Running the Matcher on multiple PDBs

2 posts / 0 new
Last post
Running the Matcher on multiple PDBs
#1

I'm having issues getting the Matcher to run. My .flags file looks like this (file names changed):

-s PDB1.pdb

-s PDB2.pdb

-match:lig_name LIG

-match:scaffold_active_site_residues POS.pos

-match:geometric_constraint_file CST.cst

-extra_res_fa PARAM.params

-ex1

-ex2

-use_input_sc

Both PDBs are in the same directory, and the Matcher runs fine in that it will get a number of matches for PDB1.pdb, but then it just ends... see:

protocols.match.output.PDBWriter: 2 upstream hits and 0 downstream hits for geom cst 2

protocols.match.output.PDBWriter: A total of 62 models were written for match group 77 in 1 files.

protocols.match.output.PDBWriter: beginning writing cloud for group 78

protocols.match.output.PDBWriter: 22 upstream hits and 29 downstream hits for geom cst 1

protocols.match.output.PDBWriter: 1 upstream hits and 0 downstream hits for geom cst 2

protocols.match.output.PDBWriter: A total of 30 models were written for match group 78 in 1 files.

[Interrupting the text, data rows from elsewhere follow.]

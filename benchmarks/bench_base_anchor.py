"""Time the base-anchored Model B solve (R0, L0, T0) against today's nested root-finds.

Run by hand from the repository root::

    python benchmarks/bench_base_anchor.py

The case is the base-anchored twin of ``configs/bump_wind.toml``: R0, L0 at
T0 = 1e6 K as the photosphere-anchored solve of that file reports them (an
invented hot star).  Timed in one run, interleaved, best of several rounds:

(a) ``windsolve.solve`` of the twin from nothing (cold: the first search for
    the photosphere, then the quasi-Newton iteration);
(b) the same model started from a neighbour's result (``start_from``: what a
    sweep worker or a family does), the neighbour at L0 x 1.02;
(c) the nested root-finds that were the whole base anchor before
    (``shooting.solve_base_anchor_nested``, kept as the fallback), on the same
    kernel arrays -- the ratio (c)/(a) is the speed-up;
(d) the photosphere-anchored ``windsolve.solve`` of configs/bump_wind.toml,
    for scale;
(e) a 25-model base-anchored sweep (L0 from 1.9e5 to 2.5e5 Lsun) through
    ``windsolve sweep`` on 2 workers, wall time of the whole command.

Goals (issue 13): (a) <= 50 ms median; (e) <= 3 s.
"""

import statistics
import subprocess
import sys
import tempfile
import time
from pathlib import Path

import astropy.units as u

import windsolve
from windsolve.models.diffusion import shooting as B

ROOT = Path(__file__).resolve().parent.parent
CONFIG = ROOT / "configs" / "bump_wind.toml"
ROUNDS = 5
PER_ROUND = 6
GOAL_MS = 50.0
GOAL_SWEEP_S = 3.0


def twin_text(top):
    """The model file of the base-anchored twin of the photosphere-anchored result ``top``."""
    s = top.summary
    text = CONFIG.read_text()
    text = text.replace('photosphere_luminosity = "2e5 Lsun"\n', "")
    text = text.replace('photosphere_temperature = "5e4 K"\n', "")
    return text.replace(
        '[star]\nmass = "10 Msun"\n',
        f'[star]\nmass = "10 Msun"\nradius = "{float(s["base_radius"].to_value(u.cm))!r} cm"\n'
        f'luminosity = "{float(s["base_luminosity"].to_value(u.erg / u.s))!r} erg/s"\n')


def best_median(fn):
    """min over ROUNDS of the median of PER_ROUND calls [ms]."""
    best = []
    for _ in range(ROUNDS):
        times = []
        for _ in range(PER_ROUND):
            t0 = time.perf_counter()
            fn()
            times.append(time.perf_counter() - t0)
        best.append(statistics.median(times))
    return 1e3 * min(best)


def main():
    top_model = windsolve.load_model(CONFIG)
    top = windsolve.solve(top_model)
    with tempfile.TemporaryDirectory() as tmp:
        tmp = Path(tmp)
        twin_path = tmp / "twin.toml"
        twin_path.write_text(twin_text(top))
        twin = windsolve.load_model(twin_path)
        neighbour = windsolve.solve(twin.replace(luminosity=twin.luminosity * 1.02))
        cold = windsolve.solve(twin)  # compile / warm
        warm = windsolve.solve(twin, start_from=neighbour)
        P, O = twin.kernel_arrays
        L0, T0 = twin.cgs("luminosity"), twin.cgs("base_temperature")

        def nested():
            return B.solve_base_anchor_nested(P, O, L0, "temperature", T0, twin.rtol)

        nested()
        t = {"cold": [], "warm": [], "nested": [], "top": []}
        for _ in range(3):  # interleaved: a slow spell hits all alike
            t["cold"].append(best_median(lambda: windsolve.solve(twin)))
            t["warm"].append(best_median(lambda: windsolve.solve(twin, start_from=neighbour)))
            t["top"].append(best_median(lambda: windsolve.solve(top_model)))
            t0 = time.perf_counter()
            L_ph, T_eff = nested()
            t["nested"].append(1e3 * (time.perf_counter() - t0))
        ms = {k: min(v) for k, v in t.items()}
        mdot = {k: r.summary["mass_loss_rate"].to_value(u.g / u.s)
                for k, r in (("cold", cold), ("warm", warm), ("top", top))}
        B.reset_shots()
        nested()
        nested_shots = B.shots()
        # the nested answer's Mdot: the photosphere solve at its (L_ph, T_eff)
        sol = B.solve_photosphere_anchor(P, O, L_ph, T_eff, twin.rtol)[0]
        mdot["nested"] = sol.crit.mdot

        spec = tmp / "sweep.toml"
        spec.write_text(f'[sweep]\nbase = "{twin_path}"\ndesign = "grid"\n[[axis]]\n'
                        'key = "star.luminosity"\nstart = "1.9e5 Lsun"\nstop = "2.5e5 Lsun"\n'
                        'num = 25\n')
        walls = []
        for _ in range(3):
            t0 = time.perf_counter()
            subprocess.run([sys.executable, "-m", "windsolve", "sweep", str(spec), "-o",
                            str(tmp / "sweep.h5"), "--workers", "2", "-q"], check=True)
            walls.append(time.perf_counter() - t0)
    print(f"base-anchored twin of {CONFIG.name} (R0 = {twin.radius.to_value(u.Rsun):.4f} Rsun, "
          f"L0 = {twin.luminosity.to_value(u.Lsun):.5g} Lsun, T0 = 1e6 K)")
    print(f"(a) cold solve:   {ms['cold']:8.1f} ms  ({cold.counters['shots']} shots)  "
          f"goal <= {GOAL_MS:g} ms")
    print(f"(b) warm solve:   {ms['warm']:8.1f} ms  ({warm.counters['shots']} shots, started "
          f"from L0 x 1.02)")
    print(f"(c) nested:       {ms['nested']:8.1f} ms  ({nested_shots} shots)   (c)/(a) = "
          f"{ms['nested'] / ms['cold']:.1f}x, (c)/(b) = {ms['nested'] / ms['warm']:.1f}x")
    print(f"(d) photosphere-anchored solve: {ms['top']:.1f} ms")
    for k in ("cold", "warm", "nested"):
        print(f"    Mdot {k:6s} / photosphere-anchored - 1 = {mdot[k] / mdot['top'] - 1:+.2e}")
    print(f"(e) 25-model base-anchored sweep, 2 workers: {min(walls):.2f} s (best of 3; "
          f"goal <= {GOAL_SWEEP_S:g} s)")


if __name__ == "__main__":
    main()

apps.public.match.match: Matcher ran for 38726 seconds, where finding hits took 38646 seconds and processing the matches took 80 seconds.

I'm wondering what I'm doing wrong, and any help would be appreciated. I'd rather not have to run it individually for each PDB I have.

Thanks!

Category: 
Post Situation: 
Thu, 2016-02-18 08:50
Jhreed

The matcher is a little bit different than other Rosetta protocols. In particular, it's not really set up to be able to input multiple starting structures in a single run. (That is, only running on the first PDB is the intended behavior.)

However, it *is* the general use case for the matcher to run on a large number of starting structures. But the way this is normally done is by launching multiple matcher runs on each structure. You don't necessarily need to manually do this, though. I'd recommend using something like a shell script to iterate over a list of PDBs and then launch each job. For example the bash script:

for pdb in PDB*.pdb; do
    ~/Rosetta/main/source/bin/match.linuxgccrelease @options.txt -s ${pdb}
done

 

Will iterate through all the pdbs in the current directory named like "PDB*.pdb" (that is, everything which is listed with a "ls PDB*.pdb" and then launch match jobs one after the other, filling in the "${pdb}" with the actual filename of the PDB file.

You can, of course, get more complicated than this, which is useful if you want to split up the jobs on multiple processors.

Thu, 2016-02-18 14:39
rmoretti